Stored data:
§ §
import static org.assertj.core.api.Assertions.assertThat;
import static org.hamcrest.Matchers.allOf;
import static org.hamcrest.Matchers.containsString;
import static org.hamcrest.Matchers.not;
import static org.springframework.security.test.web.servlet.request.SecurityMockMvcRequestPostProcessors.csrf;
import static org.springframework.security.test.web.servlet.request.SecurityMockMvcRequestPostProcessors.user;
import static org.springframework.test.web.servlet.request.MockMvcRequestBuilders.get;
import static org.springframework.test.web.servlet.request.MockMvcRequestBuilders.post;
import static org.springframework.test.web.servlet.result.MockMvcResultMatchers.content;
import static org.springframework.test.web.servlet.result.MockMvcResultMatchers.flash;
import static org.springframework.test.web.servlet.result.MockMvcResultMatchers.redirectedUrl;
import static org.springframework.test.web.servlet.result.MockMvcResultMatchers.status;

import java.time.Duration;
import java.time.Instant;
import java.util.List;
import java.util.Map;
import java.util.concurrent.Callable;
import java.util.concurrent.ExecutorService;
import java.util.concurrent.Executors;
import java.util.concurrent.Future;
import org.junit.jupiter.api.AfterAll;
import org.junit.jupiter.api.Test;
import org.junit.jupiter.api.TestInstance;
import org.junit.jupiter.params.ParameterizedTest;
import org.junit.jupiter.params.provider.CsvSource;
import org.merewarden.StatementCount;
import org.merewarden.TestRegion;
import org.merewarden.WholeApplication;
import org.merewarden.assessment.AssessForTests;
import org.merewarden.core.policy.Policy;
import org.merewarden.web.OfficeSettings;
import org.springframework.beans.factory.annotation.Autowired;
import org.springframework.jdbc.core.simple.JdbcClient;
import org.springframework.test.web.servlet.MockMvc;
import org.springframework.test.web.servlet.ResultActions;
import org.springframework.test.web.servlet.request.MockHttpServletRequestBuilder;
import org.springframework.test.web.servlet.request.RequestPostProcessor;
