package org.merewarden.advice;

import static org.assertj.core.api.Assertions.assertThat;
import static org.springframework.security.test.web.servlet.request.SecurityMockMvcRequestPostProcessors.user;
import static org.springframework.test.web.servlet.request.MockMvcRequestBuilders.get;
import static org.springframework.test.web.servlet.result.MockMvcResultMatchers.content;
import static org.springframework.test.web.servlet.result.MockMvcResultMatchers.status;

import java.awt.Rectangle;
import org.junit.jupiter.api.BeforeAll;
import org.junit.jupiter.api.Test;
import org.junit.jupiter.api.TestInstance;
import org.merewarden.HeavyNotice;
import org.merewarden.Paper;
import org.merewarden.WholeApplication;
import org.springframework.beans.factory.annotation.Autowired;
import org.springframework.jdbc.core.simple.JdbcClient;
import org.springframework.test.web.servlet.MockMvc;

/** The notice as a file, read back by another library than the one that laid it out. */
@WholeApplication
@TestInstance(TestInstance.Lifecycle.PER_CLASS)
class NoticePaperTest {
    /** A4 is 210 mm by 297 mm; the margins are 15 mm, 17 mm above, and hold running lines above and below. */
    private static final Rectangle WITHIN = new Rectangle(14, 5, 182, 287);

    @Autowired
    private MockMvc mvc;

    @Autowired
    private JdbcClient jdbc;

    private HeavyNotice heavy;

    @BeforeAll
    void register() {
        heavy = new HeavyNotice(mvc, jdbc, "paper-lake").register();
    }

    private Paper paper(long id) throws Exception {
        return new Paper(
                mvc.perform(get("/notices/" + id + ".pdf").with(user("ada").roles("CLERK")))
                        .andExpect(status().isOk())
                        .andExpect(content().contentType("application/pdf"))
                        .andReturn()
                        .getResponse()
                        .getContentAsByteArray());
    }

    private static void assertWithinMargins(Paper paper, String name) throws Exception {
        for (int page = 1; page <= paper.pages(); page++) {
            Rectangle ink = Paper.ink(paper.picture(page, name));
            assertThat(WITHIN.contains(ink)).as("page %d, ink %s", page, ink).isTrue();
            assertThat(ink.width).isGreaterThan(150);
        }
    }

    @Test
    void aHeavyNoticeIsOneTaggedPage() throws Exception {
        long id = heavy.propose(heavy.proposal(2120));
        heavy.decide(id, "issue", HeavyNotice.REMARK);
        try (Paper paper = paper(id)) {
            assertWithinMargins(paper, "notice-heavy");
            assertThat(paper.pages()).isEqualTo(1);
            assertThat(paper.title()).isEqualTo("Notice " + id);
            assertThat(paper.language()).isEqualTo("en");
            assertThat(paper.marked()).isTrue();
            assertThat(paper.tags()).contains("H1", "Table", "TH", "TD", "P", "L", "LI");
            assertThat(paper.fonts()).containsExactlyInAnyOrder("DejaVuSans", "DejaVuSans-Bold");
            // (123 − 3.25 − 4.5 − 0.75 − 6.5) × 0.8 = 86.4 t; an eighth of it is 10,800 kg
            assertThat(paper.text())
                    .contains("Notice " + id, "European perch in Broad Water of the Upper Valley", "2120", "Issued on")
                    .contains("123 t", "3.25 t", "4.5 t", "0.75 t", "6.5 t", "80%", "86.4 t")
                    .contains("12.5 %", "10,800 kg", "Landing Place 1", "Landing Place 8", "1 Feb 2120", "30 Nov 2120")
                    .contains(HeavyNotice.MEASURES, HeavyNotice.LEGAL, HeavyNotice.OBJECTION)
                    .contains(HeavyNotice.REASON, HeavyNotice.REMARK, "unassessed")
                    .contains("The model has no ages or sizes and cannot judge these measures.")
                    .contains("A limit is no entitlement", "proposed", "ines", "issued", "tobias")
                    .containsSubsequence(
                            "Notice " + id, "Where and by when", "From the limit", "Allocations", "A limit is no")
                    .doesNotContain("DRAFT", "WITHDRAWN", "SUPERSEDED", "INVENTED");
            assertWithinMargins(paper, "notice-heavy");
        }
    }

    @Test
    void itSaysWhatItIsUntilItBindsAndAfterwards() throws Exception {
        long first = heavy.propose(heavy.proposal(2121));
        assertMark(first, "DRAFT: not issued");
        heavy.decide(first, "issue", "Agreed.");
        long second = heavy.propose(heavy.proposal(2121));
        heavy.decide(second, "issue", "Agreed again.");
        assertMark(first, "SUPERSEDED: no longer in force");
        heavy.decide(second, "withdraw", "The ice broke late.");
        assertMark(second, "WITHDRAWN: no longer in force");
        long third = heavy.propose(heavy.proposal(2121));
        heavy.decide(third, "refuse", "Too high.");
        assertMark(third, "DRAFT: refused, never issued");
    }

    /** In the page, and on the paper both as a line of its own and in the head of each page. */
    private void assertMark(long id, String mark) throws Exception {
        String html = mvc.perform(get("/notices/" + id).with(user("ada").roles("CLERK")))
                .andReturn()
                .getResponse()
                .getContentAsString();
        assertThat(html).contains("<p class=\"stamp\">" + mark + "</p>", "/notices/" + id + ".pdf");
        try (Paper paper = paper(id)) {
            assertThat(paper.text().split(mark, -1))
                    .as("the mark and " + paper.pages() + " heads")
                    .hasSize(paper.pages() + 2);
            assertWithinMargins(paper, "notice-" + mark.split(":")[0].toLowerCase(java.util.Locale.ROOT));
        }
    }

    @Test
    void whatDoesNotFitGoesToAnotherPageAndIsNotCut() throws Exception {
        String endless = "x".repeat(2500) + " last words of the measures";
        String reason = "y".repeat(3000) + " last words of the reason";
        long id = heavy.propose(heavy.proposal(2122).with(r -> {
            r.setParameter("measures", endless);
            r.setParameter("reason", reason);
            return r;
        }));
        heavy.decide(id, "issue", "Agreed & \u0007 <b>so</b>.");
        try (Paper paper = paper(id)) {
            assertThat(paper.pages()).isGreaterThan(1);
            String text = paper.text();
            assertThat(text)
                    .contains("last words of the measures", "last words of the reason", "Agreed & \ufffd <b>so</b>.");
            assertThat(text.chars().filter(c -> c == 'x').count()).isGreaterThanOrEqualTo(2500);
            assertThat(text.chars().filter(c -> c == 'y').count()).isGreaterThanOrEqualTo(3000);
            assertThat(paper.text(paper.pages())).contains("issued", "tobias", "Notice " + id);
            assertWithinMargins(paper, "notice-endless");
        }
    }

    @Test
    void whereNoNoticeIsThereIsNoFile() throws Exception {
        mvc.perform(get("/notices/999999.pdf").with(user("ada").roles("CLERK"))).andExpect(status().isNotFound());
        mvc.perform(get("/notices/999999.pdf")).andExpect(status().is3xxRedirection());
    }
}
§ §
Count lines, not occurrences. State how many lines of the entries contain the word "isEqualTo", and add nothing.

Finished task:
3